> What is required
Find the line holding "AS label, l.position" in the entries below. Give it again exactly, along with every line after it up to and including the line holding "const correctedCents = corrected[personId]".

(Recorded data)
──────────────────────────────
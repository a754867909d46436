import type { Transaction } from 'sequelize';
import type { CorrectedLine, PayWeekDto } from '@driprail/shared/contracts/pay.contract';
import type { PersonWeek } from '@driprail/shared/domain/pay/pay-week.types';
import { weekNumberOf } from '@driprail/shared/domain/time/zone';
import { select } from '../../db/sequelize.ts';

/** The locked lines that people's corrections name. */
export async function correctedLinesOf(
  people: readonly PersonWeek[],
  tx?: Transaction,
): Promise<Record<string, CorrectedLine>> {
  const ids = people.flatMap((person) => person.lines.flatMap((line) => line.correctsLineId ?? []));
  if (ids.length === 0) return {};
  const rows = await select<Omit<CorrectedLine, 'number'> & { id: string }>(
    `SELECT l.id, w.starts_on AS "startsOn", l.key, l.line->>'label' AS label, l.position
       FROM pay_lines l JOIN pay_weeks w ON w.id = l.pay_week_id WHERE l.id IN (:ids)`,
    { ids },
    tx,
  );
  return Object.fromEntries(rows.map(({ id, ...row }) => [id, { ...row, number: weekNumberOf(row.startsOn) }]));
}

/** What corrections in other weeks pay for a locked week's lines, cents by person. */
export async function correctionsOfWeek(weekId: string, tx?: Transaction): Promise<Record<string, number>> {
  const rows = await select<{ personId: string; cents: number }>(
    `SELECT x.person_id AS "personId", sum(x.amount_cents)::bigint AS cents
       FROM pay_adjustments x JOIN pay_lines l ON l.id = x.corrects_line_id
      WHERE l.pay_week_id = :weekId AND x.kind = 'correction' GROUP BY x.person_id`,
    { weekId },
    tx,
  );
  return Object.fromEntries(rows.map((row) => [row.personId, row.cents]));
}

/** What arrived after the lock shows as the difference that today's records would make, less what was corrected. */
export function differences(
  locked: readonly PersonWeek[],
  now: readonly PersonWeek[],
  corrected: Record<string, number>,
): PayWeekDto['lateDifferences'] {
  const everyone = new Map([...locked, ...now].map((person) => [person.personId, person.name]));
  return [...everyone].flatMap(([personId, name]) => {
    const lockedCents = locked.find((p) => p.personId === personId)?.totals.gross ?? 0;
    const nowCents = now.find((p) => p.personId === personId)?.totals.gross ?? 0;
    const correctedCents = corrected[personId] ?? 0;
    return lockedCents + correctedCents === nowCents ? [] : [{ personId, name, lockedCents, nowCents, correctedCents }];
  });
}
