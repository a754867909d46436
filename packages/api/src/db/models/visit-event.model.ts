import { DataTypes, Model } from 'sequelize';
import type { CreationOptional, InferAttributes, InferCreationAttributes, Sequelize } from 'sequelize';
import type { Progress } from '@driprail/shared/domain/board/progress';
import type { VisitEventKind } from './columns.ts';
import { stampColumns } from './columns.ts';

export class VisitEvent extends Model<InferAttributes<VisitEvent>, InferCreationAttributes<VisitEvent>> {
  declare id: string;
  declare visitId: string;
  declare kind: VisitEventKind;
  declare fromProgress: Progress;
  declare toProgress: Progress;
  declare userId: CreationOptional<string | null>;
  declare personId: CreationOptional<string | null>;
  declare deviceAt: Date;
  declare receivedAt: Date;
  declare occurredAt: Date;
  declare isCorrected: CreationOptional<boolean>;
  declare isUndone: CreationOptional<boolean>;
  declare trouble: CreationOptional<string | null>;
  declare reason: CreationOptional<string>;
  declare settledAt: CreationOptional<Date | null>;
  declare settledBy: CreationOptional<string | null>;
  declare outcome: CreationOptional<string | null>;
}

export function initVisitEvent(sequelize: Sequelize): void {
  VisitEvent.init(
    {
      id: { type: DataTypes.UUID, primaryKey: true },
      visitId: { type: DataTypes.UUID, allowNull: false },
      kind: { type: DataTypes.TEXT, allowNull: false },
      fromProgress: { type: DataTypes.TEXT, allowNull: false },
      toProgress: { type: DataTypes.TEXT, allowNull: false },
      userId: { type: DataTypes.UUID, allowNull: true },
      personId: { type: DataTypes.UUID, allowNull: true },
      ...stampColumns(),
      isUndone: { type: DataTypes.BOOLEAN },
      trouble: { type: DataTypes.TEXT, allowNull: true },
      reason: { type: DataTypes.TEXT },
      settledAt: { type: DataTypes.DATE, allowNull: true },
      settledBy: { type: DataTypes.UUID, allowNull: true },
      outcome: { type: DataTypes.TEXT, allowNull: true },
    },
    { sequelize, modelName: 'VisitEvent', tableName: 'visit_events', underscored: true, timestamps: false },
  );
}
──────────────────────────────
> Answer to the problem
    `SELECT l.id, w.starts_on AS "startsOn", l.key, l.line->>'label' AS label, l.position
       FROM pay_lines l JOIN pay_weeks w ON w.id = l.pay_week_id WHERE l.id IN (:ids)`,
    { ids },
    tx,
  );
  return Object.fromEntries(rows.map(({ id, ...row }) => [id, { ...row, number: weekNumberOf(row.startsOn) }]));
}

/** What corrections in other weeks pay for a locked week's lines, cents by person. */
export async function correctionsOfWeek(weekId: string, tx?: Transaction): Promise<Record<string, number>> {
  const rows = await select<{ personId: string; cents: number }>(
    `SELECT x.person_id AS "personId", sum(x.amount_cents)::bigint AS cents
       FROM pay_adjustments x JOIN pay_lines l ON l.id = x.corrects_line_id
      WHERE l.pay_week_id = :weekId AND x.kind = 'correction' GROUP BY x.person_id`,
    { weekId },
    tx,
  );
  return Object.fromEntries(rows.map((row) => [row.personId, row.cents]));
}

/** What arrived after the lock shows as the difference that today's records would make, less what was corrected. */
export function differences(
  locked: readonly PersonWeek[],
  now: readonly PersonWeek[],
  corrected: Record<string, number>,
): PayWeekDto['lateDifferences'] {
  const everyone = new Map([...locked, ...now].map((person) => [person.personId, person.name]));
  return [...everyone].flatMap(([personId, name]) => {
    const lockedCents = locked.find((p) => p.personId === personId)?.totals.gross ?? 0;
    const nowCents = now.find((p) => p.personId === personId)?.totals.gross ?? 0;
    const correctedCents = corrected[personId] ?? 0;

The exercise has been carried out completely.